南头县不通火车,林驹和黄天大坐火车到了羊州,就转坐长途汽车,直接到了南头县。
抵达这里的时候,已经是下午三点。
到客运站查了一下公路客运时刻表,发现前往三里桥有三班客车。
分别是上午七点、十一点和下午三点半。
“驹子,三点半这趟车,还能赶上,就坐这趟车吧”。
“不,咱们今晚不走了,就在这里住下。明天早晨七点车再过去”。
“早点过去不好么”?
“咱们还要准备一下。走,先找旅店住下,然后出去买衣服”。
“也是,我正好想说这件事儿呢,这里天这么热,零上二十来度,就咱俩这打扮,一看就是东北来的”。
两人买了明天早晨七点的车票,就住进了附近的旅店。然后出来买衣服。
走在街上,就发现这里跟北方明显不同。林驹前世的时候,经常到南方来,倒是不感到有什么奇怪。
黄天大则是看着什么都新鲜。
“驹子,这里的人,大鬓角的比咱们那边多,那几个人穿的就是喇叭裤吧”?
这个时候,北方的年轻人穿喇叭裤的还不多,留大鬓角的有一些,但也很少。一般只限于在城市中,农村中非常少见。
即使在城市里面,这些人也基本上被人们视为问题青年,男的划为痞子行列,女的的划为马子行列。
在北方尤其是东北的话语体系里面,“马子”不是它的本来含义——女友,而是不正经的女青年的意思。

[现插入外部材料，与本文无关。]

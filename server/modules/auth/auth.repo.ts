import { and, eq, gt, isNull, ne } from 'drizzle-orm';
import type { DbOrTx, Tx } from '../../db/client';
import { passwordResetTokens, sessions, users } from '../../db/schema/index';

const publicUserColumns = { id: users.id, email: users.email, name: users.name, role: users.role } as const;

export function createAuthRepo(db: DbOrTx) {
  return {
    /** Runs `work` in one transaction; bind repos to `tx` with their create functions (and pass it to `queueEmail`). */
    transaction<T>(work: (tx: Tx) => Promise<T>): Promise<T> {
      return db.transaction(work);
    },

    async findUserByEmail(email: string) {
      const [user] = await db
        .select({ ...publicUserColumns, passwordHash: users.passwordHash, disabledAt: users.disabledAt })
        .from(users)
        .where(eq(users.email, email));
      return user;
    },

    async findUserById(id: string) {
      const [user] = await db
        .select({ ...publicUserColumns, passwordHash: users.passwordHash, disabledAt: users.disabledAt })
        .from(users)
        .where(eq(users.id, id));
      return user;
    },

    /** The new account, or undefined when the e-mail address already has one. */
    async insertUser(values: typeof users.$inferInsert) {
      const [user] = await db.insert(users).values(values).onConflictDoNothing({ target: users.email }).returning(publicUserColumns);
      return user;
    },

    async updateUser(id: string, patch: Partial<Pick<typeof users.$inferInsert, 'name' | 'email' | 'passwordHash' | 'role' | 'disabledAt'>>) {
      const [user] = await db.update(users).set(patch).where(eq(users.id, id)).returning(publicUserColumns);
      return user;
    },

    async isEmailTaken(email: string, exceptUserId?: string) {
      const [row] = await db
        .select({ id: users.id })
        .from(users)
        .where(exceptUserId ? and(eq(users.email, email), ne(users.id, exceptUserId)) : eq(users.email, email));
      return row !== undefined;
    },

    async insertSession(values: typeof sessions.$inferInsert) {
      await db.insert(sessions).values(values);
    },

    /** A session that was not revoked, with its account as it is now. */
    async findSessionWithUser(id: string) {
      const [row] = await db
        .select({
          id: sessions.id,
          userId: sessions.userId,
          createdAt: sessions.createdAt,
          lastSeenAt: sessions.lastSeenAt,
          expiresAt: sessions.expiresAt,
          user: { ...publicUserColumns, disabledAt: users.disabledAt },
        })
        .from(sessions)
        .innerJoin(users, eq(users.id, sessions.userId))
        .where(and(eq(sessions.id, id), isNull(sessions.revokedAt)));
      return row;
    },

    async touchSession(id: string, now: Date) {
      await db.update(sessions).set({ lastSeenAt: now }).where(eq(sessions.id, id));
    },

    async revokeSession(id: string, now: Date) {
      await db
        .update(sessions)
        .set({ revokedAt: now })
        .where(and(eq(sessions.id, id), isNull(sessions.revokedAt)));
    },

    /** Ends every live session of the account but `keepSessionId`; returns how many. */
    async revokeSessionsOfUser(userId: string, now: Date, keepSessionId?: string) {
      const live = and(eq(sessions.userId, userId), isNull(sessions.revokedAt));
      const revoked = await db
        .update(sessions)
        .set({ revokedAt: now })
        .where(keepSessionId ? and(live, ne(sessions.id, keepSessionId)) : live)
        .returning({ id: sessions.id });
      return revoked.length;
    },

    async insertResetToken(values: typeof passwordResetTokens.$inferInsert) {
      const [row] = await db.insert(passwordResetTokens).values(values).returning({ id: passwordResetTokens.id });
      return row!;
    },

    async findUsableResetToken(tokenHash: string, now: Date) {
      const [row] = await db
        .select({ id: passwordResetTokens.id, userId: passwordResetTokens.userId })
        .from(passwordResetTokens)
        .where(and(eq(passwordResetTokens.tokenHash, tokenHash), isNull(passwordResetTokens.usedAt), gt(passwordResetTokens.expiresAt, now)));
      return row;
    },

    /**
     * Marks every unused reset token of the account used. True when `tokenId` was still unused:
     * of two requests racing with the same link, only one sees true.
     */
    async useResetTokens(userId: string, tokenId: string, now: Date) {
      const used = await db
        .update(passwordResetTokens)
        .set({ usedAt: now })
        .where(and(eq(passwordResetTokens.userId, userId), isNull(passwordResetTokens.usedAt)))
        .returning({ id: passwordResetTokens.id });
      return used.some((row) => row.id === tokenId);
    },
  };
}

export type AuthRepo = ReturnType<typeof createAuthRepo>;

黄天大在家的时候,就经常在外面行走,这些事情,其实他也见过。现在这样说,不过是想探听林驹的态度而已。
其实,他也比较喜欢大鬓角和喇叭裤。
“天大,你要想留大鬓角,你就留。不过长头发需要时间,一时半会儿留不起来。要是喜欢喇叭裤,你就买一条穿,我是不在乎的”。
“唉,还是算了吧,我怕回家我爸说我。你不买么”?
“我不买,我不喜欢喇叭裤。不过,别人穿,我也不反对。我觉得女人穿喇叭裤挺好看。将来你跟二姐来了,帮她买一条。二姐穿喇叭裤一定好看”。
“二姐长得漂亮,穿什么都好看”。
“哇擦,驹子,还有人穿凉鞋啊,这要在咱们那里,还不把脚冻掉了”?
“差着五六千里呢,这里是亚热带,现在这个季节,就是他们这里最冷的。喂,天大,你看,那个人戴的,就是蛤蟆镜”。
“哦,跟电焊工戴的墨镜有点像啊”。
“你也可以把蛤蟆镜当做墨镜来理解。对了,咱们回去路上,就说是给工厂的电焊工采购墨镜的”。
“他们能信吗”?
“我从裴大爷那里拿了马家堡子供销社的介绍信,到时候咱们自己填上就行”。
“马家堡子也没有电焊工啊”?
唉,这个死脑筋。
“马家堡子有铁矿,一共五千多工人”。
“咱家那里哪有铁矿?我怎么不知道。不就刘铁匠一个铁匠铺嘛”。
“就是瞎编的,别人哪里知道有没有?咱们说有就有,他们还能到马家堡子去查吗”?
“驹子,这不是骗人么”?
“这不叫骗人,这叫善意的谎言。将来蛤蟆镜拿回去,城里的电焊工都会来买”。
什么电焊工来买,还不是谁给的钱多,你就卖给谁?
不过,能赚到钱,也不是坏事儿,撒点儿谎似乎也没什么。
黄天大很快说服了自己,觉得心理平衡了。
“驹子,那边道边上似乎有卖衣服的,这地方私人还能卖衣服啊”。
“这有什么奇怪的,咱们都能卖蝲蛄,山野菜,人家就不能卖衣服啦?走,过去瞧瞧,有合适的就在那里买上两件”。
一个中年『妇』女跟前儿,地上铺着一块布,上面有一些衣服。
花花绿绿的,有几件式样挺新,林驹在家时,还没见到过。
在边上,还有几条喇叭裤。
两人挑了黑裤子,白衬衣,女人说话也听不太懂,改讲普通话,也是很不标准。
连说带比划,总算是讲明白价钱,一人一套,外加两双凉鞋,花了三十块钱成交。
南头是个县城,按照行政级别来讲,跟风城县同级。
七八个月之后,这里被划为经济特区。几十年后成了一线城市。